The long answer is "your imagination can probably provide several answers." It might have been something Celebrimbor knew. It might have been something Sauron bragged about; it might have been common knowledge among his more senior servants, for example. It is canon that Sauron kept the road to the Sammath Naur in good repair so that he could go there whenever he wanted; maybe it was known that the Cracks were where Sauron forged everything he made. It might be that Aule knew, and told the Istari.

I think it's most likely to be something Saruman discovered when he was a Good Guy, which he was until relatively recently by the time of the War of the Ring. We should remember that he made a special study of the Rings of Power, and was likely to have winkled out everything about them. He would have then told the Wise about it.
 
The link between the One Ring and the lesser rings goes both ways: "As soon Sauron set the One Ring upon his finger they were aware of him; and they knew him, and perceived that he would be master of them, and of all that they wrought". It's possible that this assisted in figuring out how it was made.

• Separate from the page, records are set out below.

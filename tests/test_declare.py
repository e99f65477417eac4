"""The model declaration and its factory (issue: a model is one module holding one declaration).

A toy model declared here (a light-saturation curve, y = k chl PAR / (PAR + 1) * day length,
no published source: it exists only to exercise the factory) shows what a new model needs: a
scalar formula, a numpy formula and a declaration. Expected values below are worked by hand
from that formula; the registered models are checked against their published equations in
tests/test_models.py.
"""

from __future__ import annotations

import dask
import dask.array as darr
import numpy as np
import pytest
import xarray as xr
from click.testing import CliRunner

from euphotic import aggregate
from euphotic.cli import main
from euphotic.config import load_config
from euphotic.errors import ConfigError
from euphotic.models import (
    SPECS,
    Choice,
    Input,
    ModelSpec,
    Parameter,
    get_model,
    input_roles,
    model_parameter_attrs,
    parameter_settings,
)
from euphotic.models._compiled import HAVE_NUMBA, jit_point

from ._grids import INPUTS


@jit_point
def toy_point(chl, par, day_length, k, shape):
    if day_length <= 0.0:
        return 0.0
    if not (chl > 0.0) or not (par >= 0.0):
        return np.nan
    light = par / (par + 1.0) if shape == 0.0 else 1.0 - np.exp(-par)
    return k * chl * light * day_length


def toy_reference(chl, par, day_length, *, k=2.0, shape="hyperbolic"):
    chl = np.where(np.asarray(chl, float) > 0, chl, np.nan)
    par = np.where(np.asarray(par, float) >= 0, par, np.nan)
    light = par / (par + 1.0) if shape == "hyperbolic" else 1.0 - np.exp(-par)
    out = k * chl * light * np.asarray(day_length, float)
    return np.where(np.asarray(day_length) <= 0, 0.0, out)


TOY = ModelSpec(
    name="toy",
    label="Toy",
    published_name="a toy light curve (tests only)",
    citation_keys=("behrenfeld1997",),
    inputs=(Input("chl", "mg m-3"), Input("par", "mol m-2 d-1"), Input("day_length", "h")),
    parameters=(Parameter("k", 2.0, "mg C (mg Chl)-1 h-1", "tests only", per_region=True,
                          minimum=0.0),
                Choice("shape", ("hyperbolic", "exponential"), "hyperbolic", "tests only")),
    point=toy_point,
    reference=toy_reference,
)


@pytest.fixture
def toy(monkeypatch):
    monkeypatch.setitem(SPECS, "toy", TOY)
    from euphotic import models

    monkeypatch.delitem(models._BUILT, "toy", raising=False)
    yield get_model("toy")
    models._BUILT.pop("toy", None)


def test_public_function_numpy_dask_xarray_and_parameters(toy):
    chl = np.array([1.0, 2.0, 0.0, np.nan])
    # hand: 2 * 1 * (3 / 4) * 12 = 18; 2 * 2 * 0.75 * 12 = 36; chl 0 and NaN are missing
    np.testing.assert_allclose(toy(chl, 3.0, 12.0), [18.0, 36.0, np.nan, np.nan])
    np.testing.assert_allclose(toy(chl, 3.0, 12.0, k=1.0), [9.0, 18.0, np.nan, np.nan])
    # hand: 2 * 1 * (1 - e^-3) * 12 = 23.4025...
    assert toy(1.0, 3.0, 12.0, shape="exponential") == pytest.approx(24 * (1 - np.exp(-3)))
    assert toy(chl=1.0, par=3.0, day_length=0.0) == 0.0  # no light, no production
    lazy = toy(darr.from_array(chl, chunks=2), 3.0, 12.0)
    assert isinstance(lazy, darr.Array)
    np.testing.assert_allclose(lazy.compute(), [18.0, 36.0, np.nan, np.nan])
    x = xr.DataArray(chl, dims="x", attrs={"units": "mg m-3"})
    par = xr.DataArray(np.full(4, 3.0), dims="x", attrs={"units": "mol m-2 d-1"})
    out = toy(x, par, 12.0)
    assert out.attrs["units"] == "mg m-2 d-1"
    np.testing.assert_allclose(out.values, [18.0, 36.0, np.nan, np.nan])
    # a parameter per cell (a per-region parameter arrives as an array)
    np.testing.assert_allclose(toy(chl, 3.0, 12.0, k=np.array([1.0, 2.0, 3.0, 4.0])),
                               [9.0, 36.0, np.nan, np.nan])


def test_public_function_refuses_missing_inputs_and_unknown_options(toy):
    with pytest.raises(TypeError, match=r"toy\(\) needs input\(s\) par"):
        toy(chl=1.0, day_length=12.0)
    with pytest.raises(TypeError, match="unexpected keyword argument"):
        toy(1.0, 3.0, 12.0, q=1)
    with pytest.raises(ValueError, match="shape must be one of 'hyperbolic', 'exponential'"):
        toy(1.0, 3.0, 12.0, shape="linear")


@pytest.mark.skipif(not HAVE_NUMBA, reason="numba not installed")
def test_generated_kernel_matches_numpy_reference(toy, tmp_path, monkeypatch):
    rng = np.random.default_rng(3)
    chl = np.exp(rng.normal(0, 2, 10_000))
    chl[::17] = np.nan
    par = rng.uniform(-1, 60, 10_000)
    dl = rng.uniform(0, 24, 10_000)
    dl[::13] = 0.0
    for shape in ("hyperbolic", "exponential"):
        got = toy.block(chl, par, dl, 1.7, float(TOY.parameter("shape").choices.index(shape)))
        np.testing.assert_allclose(got, toy_reference(chl, par, dl, k=1.7, shape=shape),
                                   rtol=1e-12, equal_nan=True)


def test_kernel_files_are_written_in_the_cache_folder(monkeypatch, tmp_path):
    from euphotic.models import _declare

    monkeypatch.setenv("EUPHOTIC_CACHE_DIR", str(tmp_path / "k"))
    assert _declare.kernel_cache_dir() == tmp_path / "k"
    if not HAVE_NUMBA:
        pytest.skip("numba not installed")
    spec = ModelSpec(**{**TOY.__dict__, "name": "toy_cache_probe"})
    mod = _declare._load_generated(spec)
    files = sorted(p.name for p in (tmp_path / "k").glob("*.py"))
    assert files == [f"{mod.__name__}.py"]
    assert "toy_point as point" in (tmp_path / "k" / files[0]).read_text()


def test_fused_pass_of_several_models_equals_each_model_alone(toy):
    """All models of a month in one fused pass (one task per block and day chunk) give what
    each model's public function gives day by day (the reference path)."""
    rng = np.random.default_rng(5)
    lat, lon = np.linspace(-70, 70, 8), np.linspace(0, 30, 10)
    days = np.arange(np.datetime64("2024-06-01"), np.datetime64("2024-07-01"))
    shape = (len(days), len(lat), len(lon))

    def field(lo, hi, gaps):
        v = rng.uniform(lo, hi, shape)
        v[rng.random(shape) < gaps] = np.nan
        return xr.DataArray(
            darr.from_array(v, chunks=(10, 4, 5)), dims=("time", "lat", "lon"),
            coords={"lat": lat, "lon": lon,
                    "period_start": ("time", days.astype("datetime64[ns]")),
                    "period_end": ("time", (days + 1).astype("datetime64[ns]"))})

    inputs = {"chl": field(0.05, 5.0, 0.3), "par": field(1.0, 60.0, 0.05),
              "sst": field(-2.0, 30.0, 0.05)}
    ocean = xr.DataArray(rng.random((8, 10)) > 0.2, dims=("lat", "lon"),
                         coords={"lat": lat, "lon": lon})
    k_map = np.where(np.arange(10)[None, :] < 5, 1.5, 3.0) * np.ones((8, 1))
    runs = [("vgpm", {}), ("eppley_vgpm", {}), ("toy", {"k": k_map, "shape": "exponential"})]
    month = np.datetime64("2024-06")
    fused = aggregate.monthly_npp_models(runs, month, inputs=inputs, ocean=ocean, fused=True)
    plain = aggregate.monthly_npp_models(runs, month, inputs=inputs, ocean=ocean, fused=False)
    graph = dict(fused[0].npp.data.__dask_graph__())
    steps = [k for k in graph if str(k[0]).startswith("month-step")]
    assert len(steps) == 3 * 2 * 2  # 30 days in 10-day chunks x 2 x 2 blocks, for all 3 models
    with dask.config.set(scheduler="threads"):
        for f, p in zip(fused, plain, strict=True):
            assert f.model == p.model
            np.testing.assert_allclose(f.npp.values, p.npp.values, rtol=1e-6)
            np.testing.assert_array_equal(f.coverage.values, p.coverage.values)
    # the toy's per-cell k: doubling k doubles its rate on the east half
    with dask.config.set(scheduler="threads"):
        east = fused[2].npp.values[:, 5:]
        alone = aggregate.monthly_npp_models([("toy", {"k": 1.5, "shape": "exponential"})],
                                             month, inputs=inputs, ocean=ocean)[0].npp.values
    np.testing.assert_allclose(east, 2.0 * alone[:, 5:], rtol=1e-12)


def test_parameter_settings_per_region_last_listed_wins(toy):
    a = np.zeros((3, 4), bool)
    a[:, :2] = True
    b = np.zeros((3, 4), bool)
    b[:, 1:3] = True
    got = parameter_settings("toy", {"values": {"k": 1.0},
                                     "regions": {"A": {"k": 5.0}, "B": {"k": 7.0}}},
                             {"A": a, "B": b})
    np.testing.assert_array_equal(got["k"], np.array([[5.0, 7.0, 7.0, 1.0]] * 3))
    assert got["shape"] == "hyperbolic"
    assert parameter_settings("vgpm") == {"euphotic_depth": "morel_berthon_1989"}
    assert model_parameter_attrs("toy", {"values": {"k": 1.0}, "regions": {"A": {"k": 5.0}}}) == {
        "model_parameters": "k = 1.0 mg C (mg Chl)-1 h-1; shape = hyperbolic (default); "
                            "k = 5.0 in A"}


def test_input_roles_come_from_the_declarations(toy):
    assert input_roles(["vgpm"]) == (("chl", "par", "sst"), ("day_length",))
    assert input_roles(["toy"]) == (("chl", "par"), ("day_length",))


# ---- [models.<name>] in the config ---------------------------------------------------------


def _cfg(tmp_path, extra, models='["vgpm"]'):
    p = tmp_path / "run.toml"
    p.write_text(f'[run]\nmodels = {models}\n{INPUTS}\n[[regions]]\nname = "Shelf"\n'
                 f'box = [0.0, 0.0, 10.0, 10.0]\n{extra}')
    return p


def _error(path) -> str:
    with pytest.raises(ConfigError) as info:
        load_config(path)
    return str(info.value)


def test_config_model_parameters_are_checked(tmp_path, toy):
    p = _cfg(tmp_path, '[models.vgpm]\neuphotic_depth = "secchi"\n')
    assert _error(p) == (f"{p} [models.vgpm]: euphotic_depth must be one of "
                         "'morel_berthon_1989', 'morel_maritorena_2001', not 'secchi'")
    p = _cfg(tmp_path, "[models.vgpm]\nalpha = 1\n")
    assert _error(p) == (f"{p} [models.vgpm]: unknown parameter 'alpha' of vgpm "
                         "(its parameters: euphotic_depth)")
    p = _cfg(tmp_path, '[models.vgpm.regions."Shelf"]\neuphotic_depth = "morel_berthon_1989"\n')
    assert _error(p) == (f'{p} [models.vgpm.regions."Shelf"]: euphotic_depth is one value for '
                         "the whole run; set it in [models.vgpm]")
    p = _cfg(tmp_path, '[models.toy.regions."Reef"]\nk = 3.0\n', models='["toy"]')
    assert _error(p) == f'{p} [models.toy.regions."Reef"]: no region named \'Reef\' in [[regions]]'
    p = _cfg(tmp_path, "[models.toy]\nk = -1.0\n", models='["toy"]')
    assert _error(p) == (f"{p} [models.toy]: k must be a finite number >= 0 "
                         "(mg C (mg Chl)-1 h-1), not -1.0")
    p = _cfg(tmp_path, "[models.nope]\nk = 1.0\n")
    assert _error(p).startswith(f"{p} [models.nope]: unknown model 'nope'; choose from ")


def test_config_model_parameters_are_kept(tmp_path, toy):
    p = _cfg(tmp_path, '[models.toy]\nk = 3.0\n[models.toy.regions."Shelf"]\nk = 4.5\n',
             models='["toy"]')
    cfg = load_config(p)
    assert cfg.model_settings == {"toy": {"values": {"k": 3.0}, "regions": {"Shelf": {"k": 4.5}}}}


def test_models_command_lists_inputs_parameters_and_references():
    res = CliRunner().invoke(main, ["models"])
    assert res.exit_code == 0
    assert "vgpm  (VGPM): VGPM (Behrenfeld & Falkowski 1997)" in res.output
    assert "    inputs: chl [mg m-3], par [mol m-2 d-1], sst [degC], day_length [h]" in res.output
    # the references come from references.bib (pybtex), not from strings in the code
    assert "Eppley, R. W. (1972). Temperature and phytoplankton growth in the sea. Fishery " \
           "Bulletin 70, 1063-1085." in res.output
    # every registered model, in SPECS order, the P-I (Platt) model after the Eppley-VGPM
    heads = [line.split("  (")[0] for line in res.output.splitlines()
             if line and not line.startswith(" ")]
    assert heads == ["vgpm", "eppley_vgpm", "pi_platt", "cbpm"]
    assert "    inputs: chl [mg m-3], par [mol m-2 d-1], day_length [h]" in res.output
    assert "Platt, T., Sathyendranath, S. and Ravindran, P. (1990). Primary production by " \
           "phytoplankton: analytic solutions for daily rates per unit area of water surface." \
           in res.output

Also possible that the forging process caused volcanic activity at Orodruin, and the Wise realised its significance with the benefit of hindsight.
I think it's most likely to be something Saruman discovered when he was a Good Guy, which he was until relatively recently by the time of the War of the Ring. We should remember that he made a special study of the Rings of Power, and was likely to have winkled out everything about them. He would have then told the Wise about it.
This one doesn't fit the timeline. Saruman and the other Istari arrive in Middle-Earth about a thousand years into the Third Age, at the time when Sauron begins his comeback as the Necromancer of Dol Guldur.

But the Ring's connection to Orodruin is known to the Good Guys by the end of the Second Age/beginning of the Third. When Isildur takes the Ring from Sauron, Elrond and Círdan "counselled him to cast it into the fire of Orodruin nigh at hand, in which it had been forged, so that it should perish, and the power of Sauron be for ever diminished" etc.
 
This one doesn't fit the timeline. Saruman and the other Istari arrive in Middle-Earth about a thousand years into the Third Age, at the time when Sauron begins his comeback as the Necromancer of Dol Guldur.

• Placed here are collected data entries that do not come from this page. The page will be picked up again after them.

"""`euphotic compare`: comparison tables and maps of a committed run, added to its folder.

Independent references: annual totals are the sums of the run's own monthly totals (hand
arithmetic on the table); trend slopes are recomputed with scipy.stats.theilslopes and
kendalltau on the same numbers.
"""

from __future__ import annotations

import csv
import json

import numpy as np
import pytest
from click.testing import CliRunner
from scipy import stats

from euphotic.cli import main

from .test_runs import _consistent, _debris, _months_case


@pytest.fixture(scope="module")
def three_years(tmp_path_factory):
    """A committed run of 36 monthly composites (2023-2025) on a small box."""
    tmp = tmp_path_factory.mktemp("three_years")
    cfg = _months_case(tmp, 36)
    res = CliRunner().invoke(main, ["run", str(cfg), "-q"])
    assert res.exit_code == 0, res.output
    return tmp / "out"


def _rows(path):
    with open(path) as fh:
        return list(csv.DictReader(fh))


def test_compare_writes_tables_and_maps_into_the_run(three_years):
    out = three_years
    res = CliRunner().invoke(main, ["compare", str(out), "--baseline", "2023-2024",
                                    "--compare-to", "2025"])
    assert res.exit_code == 0, res.output
    # three years: every trend is flagged (fewer than 10 years, common practice)
    assert "fewer than 10 years" in res.stderr and "(short record)" in res.stdout
    assert "Caution: " in res.stdout
    man = _consistent(out)
    names = sorted(n for n, e in man["outputs"].items() if e["kind"] == "comparison")
    assert names == ["compare_README.txt", "compare_annual_totals.csv", "compare_anomalies.csv",
                     "compare_difference_map.nc", "compare_seasonal_cycle.csv",
                     "compare_trend_map.nc", "compare_trends.csv"]
    assert "npp_vgpm_2023-01.nc" in man["outputs"]  # the run's outputs stay
    assert _debris(out) == []

    # annual totals = the sum of the twelve monthly totals of the run (hand arithmetic; the
    # monthly table is rounded to 4 decimals, hence the tolerance)
    monthly = _rows(out / "regional_totals.csv")
    annual = {r["year"]: float(r["total_TgC_yr-1"]) for r in _rows(out / "compare_annual_totals.csv")}
    for year in ("2023", "2024", "2025"):
        want = sum(float(r["total_TgC"]) for r in monthly if r["month"].startswith(year))
        assert annual[year] == pytest.approx(want, abs=12 * 5e-5)
        # Pg = Tg / 1000 (SI prefixes)

    # the annual trend against scipy on the same annual totals
    (tr,) = [r for r in _rows(out / "compare_trends.csv") if r["series"] == "annual totals"]
    y = np.array([annual[k] for k in ("2023", "2024", "2025")])
    ts = stats.theilslopes(y, np.arange(3.0))
    assert float(tr["slope_per_yr"]) == pytest.approx(ts.slope, abs=1e-3)
    assert float(tr["kendall_tau"]) == pytest.approx(stats.kendalltau(np.arange(3), y)[0], abs=1e-4)
    assert tr["short_record"] == "true" and tr["n_years"] == "3"

    # anomalies: total minus the 2023-2024 mean of the same calendar month (hand arithmetic)
    anom = [r for r in _rows(out / "compare_anomalies.csv") if r["month"] == "2025-03"][0]
    march = [float(r["total_TgC"]) for r in monthly if r["month"] in ("2023-03", "2024-03")]
    assert float(anom["climatology_TgC"]) == pytest.approx(np.mean(march), abs=1e-4)
    assert float(anom["anomaly_TgC"]) == pytest.approx(
        float(anom["total_TgC"]) - np.mean(march), abs=2e-4)

    import xarray as xr

    with xr.open_dataset(out / "compare_difference_map.nc") as d:
        assert d["difference"].dims == ("model", "lat", "lon")
        assert "caution" in d.attrs and d["lat"].attrs["units"] == "degrees_north"


def test_a_new_compare_replaces_the_set_and_errors_are_one_line(three_years, tmp_path):
    out = three_years
    res = CliRunner().invoke(main, ["compare", str(out), "--no-maps", "-q"])
    assert res.exit_code == 0, res.output
    man = json.loads((out / "euphotic_manifest.json").read_text())
    assert "compare_trend_map.nc" not in man["outputs"]
    assert not (out / "compare_trend_map.nc").exists()
    assert (out / "compare_trends.csv").exists()

    res = CliRunner().invoke(main, ["compare", str(out), "--baseline", "2030-2031"])
    assert res.exit_code == 1
    assert res.stderr.strip() == (f"euphotic: error: --baseline 2030-2031: the run in {out} "
                                  "covers 2023-2025")
    res = CliRunner().invoke(main, ["compare", str(out), "--baseline", "twenty"])
    assert res.exit_code == 1
    assert res.stderr.strip() == ("euphotic: error: --baseline: expected YEAR or FIRST-LAST "
                                  "(e.g. 2015-2019), not 'twenty'")
    empty = tmp_path / "empty"
    empty.mkdir()
    res = CliRunner().invoke(main, ["compare", str(empty)])
    assert res.exit_code == 1
    assert res.stderr.strip().startswith(f"euphotic: error: no euphotic run in {empty}")


def test_compare_on_a_one_month_run_says_there_is_no_trend(demo_run, tmp_path):
    """The April demo has no complete year: no slope is printed as a number."""
    import shutil

    out = tmp_path / "demo"
    shutil.copytree(demo_run, out)
    res = CliRunner().invoke(main, ["compare", str(out), "-q"])
    assert res.exit_code == 0, res.output
    assert "nan" not in res.stdout
    assert "  Tollan Bank              vgpm         no trend: 0 complete year(s) of data" in res.stdout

But the Ring's connection to Orodruin is known to the Good Guys by the end of the Second Age/beginning of the Third. When Isildur takes the Ring from Sauron, Elrond and Círdan "counselled him to cast it into the fire of Orodruin nigh at hand, in which it had been forged, so that it should perish, and the power of Sauron be for ever diminished" etc.

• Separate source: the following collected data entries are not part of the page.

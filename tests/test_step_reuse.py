"""A second ``euphotic run`` reuses the steps after the run ([compare], [figure_set], ...)
whose inputs, tables and tool version are unchanged, and redoes those whose inputs changed.

What is checked against something outside the code under test: files left in place by their
inode and modification time from ``os.stat`` (POSIX stat); the folder against its manifest
(``_consistent``: sizes and modification times from ``os.stat``); the report's run id by
parsing the page with the standard library's ``html.parser``; the trends printed by a
reused [compare] step against the trends table read back with the standard library's ``csv``.
"""

from __future__ import annotations

import csv
import os
from pathlib import Path

import pytest
from click.testing import CliRunner

from euphotic import (
    compare_outputs,
    derived_outputs,
    figureset,
    matchup_outputs,
    methods,
    report,
    steps,
)
from euphotic.cli import main

from .test_runs import _consistent, _debris
from .test_steps import COMPARE, COMPARE_FILES, FIGURE_SET, REPORT, _case, _kinds, _parse


def _run(cfg: Path, *args: str):
    return CliRunner().invoke(main, ["run", str(cfg), *args])


def _ids(out: Path, names) -> dict[str, tuple[int, int]]:
    """(inode, mtime in ns) of each file, from os.stat."""
    return {n: (os.stat(out / n).st_ino, os.stat(out / n).st_mtime_ns) for n in names}


def _reused(output: str) -> set[str]:
    return {t for t in ("compare", "figure_set", "report")
            if f"reused the [{t}] step's " in output}


@pytest.fixture
def ran(tmp_path):
    cfg = _case(tmp_path, COMPARE + FIGURE_SET + REPORT)
    res = _run(cfg, "-q")
    assert res.exit_code == 0, res.output
    return cfg, tmp_path / "out"


def _files(out: Path, kind: str) -> set[str]:
    return _kinds(_consistent(out))[kind]


def test_step_kinds_are_the_step_modules_kinds():
    # the kinds each step module writes under (their KIND constants)
    assert steps.STEP_KINDS == {compare_outputs.KIND, derived_outputs.KIND, figureset.KIND,
                                matchup_outputs.KIND, methods.KIND, report.KIND}


def test_second_run_reuses_the_steps_and_redoes_the_report(ran):
    cfg, out = ran
    figs = _files(out, "figure set")
    before = _ids(out, COMPARE_FILES | figs)
    res = _run(cfg)
    assert res.exit_code == 0, res.output
    assert f"reused the [compare] step's {len(COMPARE_FILES)} files, unchanged" in res.output
    assert f"reused the [figure_set] step's {len(figs)} files, unchanged" in res.output
    assert _ids(out, COMPARE_FILES | figs) == before  # left in place, not rewritten
    man = _consistent(out)
    assert _kinds(man)["comparison"] == COMPARE_FILES and _kinds(man)["figure set"] == figs
    assert set(man["steps"]) == {"compare", "figure_set", "report"}
    # the report prints the run id, which the new commit of the run changed: redone
    assert "report" not in _reused(res.output)
    assert man["run_id"] in " ".join(_parse(out / "report.html").text)
    assert _debris(out) == []
    # the reused [compare] step still prints its trends, as the table holds them
    with open(out / "compare_trends.csv", newline="") as fh:
        rows = [r for r in csv.DictReader(
            line for line in fh if not line.startswith("#")) if r["series"] == "annual totals"]
    assert rows
    assert "Trends of annual totals (Theil-Sen slope per year" in res.stdout
    for r in rows:
        assert f"{r['region']:<24} {r['model']:<12}" in res.stdout
    # a third run: still reused
    res = _run(cfg)
    assert {"compare", "figure_set"} <= _reused(res.output)


def test_editing_the_compare_table_redoes_compare_only(ran):
    cfg, out = ran
    figs = _files(out, "figure set")
    before = _ids(out, COMPARE_FILES | figs)
    cfg.write_text(cfg.read_text().replace(COMPARE, COMPARE + "min_coverage = 0.5\n"))
    res = _run(cfg)
    assert res.exit_code == 0, res.output
    assert _reused(res.output) == {"figure_set"}
    now = _ids(out, COMPARE_FILES | figs)
    assert {n: now[n] for n in figs} == {n: before[n] for n in figs}
    assert all(now[n] != before[n] for n in COMPARE_FILES)
    man = _consistent(out)
    assert man["steps"]["compare"]["value"]["rule"][0] == 0.5


def test_a_changed_input_redoes_its_map_and_every_step(ran):
    cfg, out = ran
    figs = _files(out, "figure set")
    before = _ids(out, COMPARE_FILES | figs)
    chl = cfg.parent / "chl" / "c05.nc"
    st = chl.stat()
    os.utime(chl, ns=(st.st_atime_ns, st.st_mtime_ns + 10**9))  # as `touch` does
    res = _run(cfg)
    assert res.exit_code == 0, res.output
    assert "reused 23 unchanged month map(s)" in res.output
    assert _reused(res.output) == set()
    now = _ids(out, COMPARE_FILES | figs)
    assert all(now[n] != before[n] for n in now)
    _consistent(out)


def test_force_redoes_every_step(ran):
    cfg, out = ran
    res = _run(cfg, "--force")
    assert res.exit_code == 0, res.output
    assert _reused(res.output) == set()
    assert "reused 24 unchanged" not in res.output
    _consistent(out)


def test_a_failed_step_is_redone_by_the_next_run(ran, monkeypatch):
    cfg, out = ran
    before = _ids(out, COMPARE_FILES)
    cfg.write_text(cfg.read_text().replace(COMPARE, COMPARE + "min_coverage = 0.5\n"))

    def boom(*args, **kwargs):
        raise RuntimeError("disk on fire")

    monkeypatch.setattr(compare_outputs, "write_comparisons", boom)
    res = _run(cfg, "-q")
    assert res.exit_code == 1
    assert "[compare]: the step failed: unexpected RuntimeError: disk on fire" in res.stderr
    assert _ids(out, COMPARE_FILES) == before  # the previous outputs stay
    man = _consistent(out)
    assert "compare" not in man["steps"]  # not recorded as done with the new table
    monkeypatch.undo()
    res = _run(cfg)
    assert res.exit_code == 0, res.output
    assert "compare" not in _reused(res.output)
    man = _consistent(out)
    assert man["steps"]["compare"]["value"]["rule"][0] == 0.5
    assert all(_ids(out, COMPARE_FILES)[n] != before[n] for n in COMPARE_FILES)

Oh. Well, there we go: they already knew. I'd forgotten, mostly because I lack an Elrond around to remember for me.

My assumption was always that Celebrimbor and his homies understood enough about Sauron's methods and habits that they would have realized the Sammath Naur were where the thing came from. Or that he told them when he was Annatar; there would have been no reason for him not to have said something like, "Yeah, to make a really good Ring of Power, you need something wicked hot. Like, say, a volcano, if you can find one." Especially if that were true.

So the Noldor of Eregion invent blast furnaces or find a lava vent in Middle-Earth's version of Yellowstone. Later, when they perceive the One Ring, they realize Sauron must have used Orodruin.

I can think of enough answers, I suppose, that it has never occurred to me to ask the question.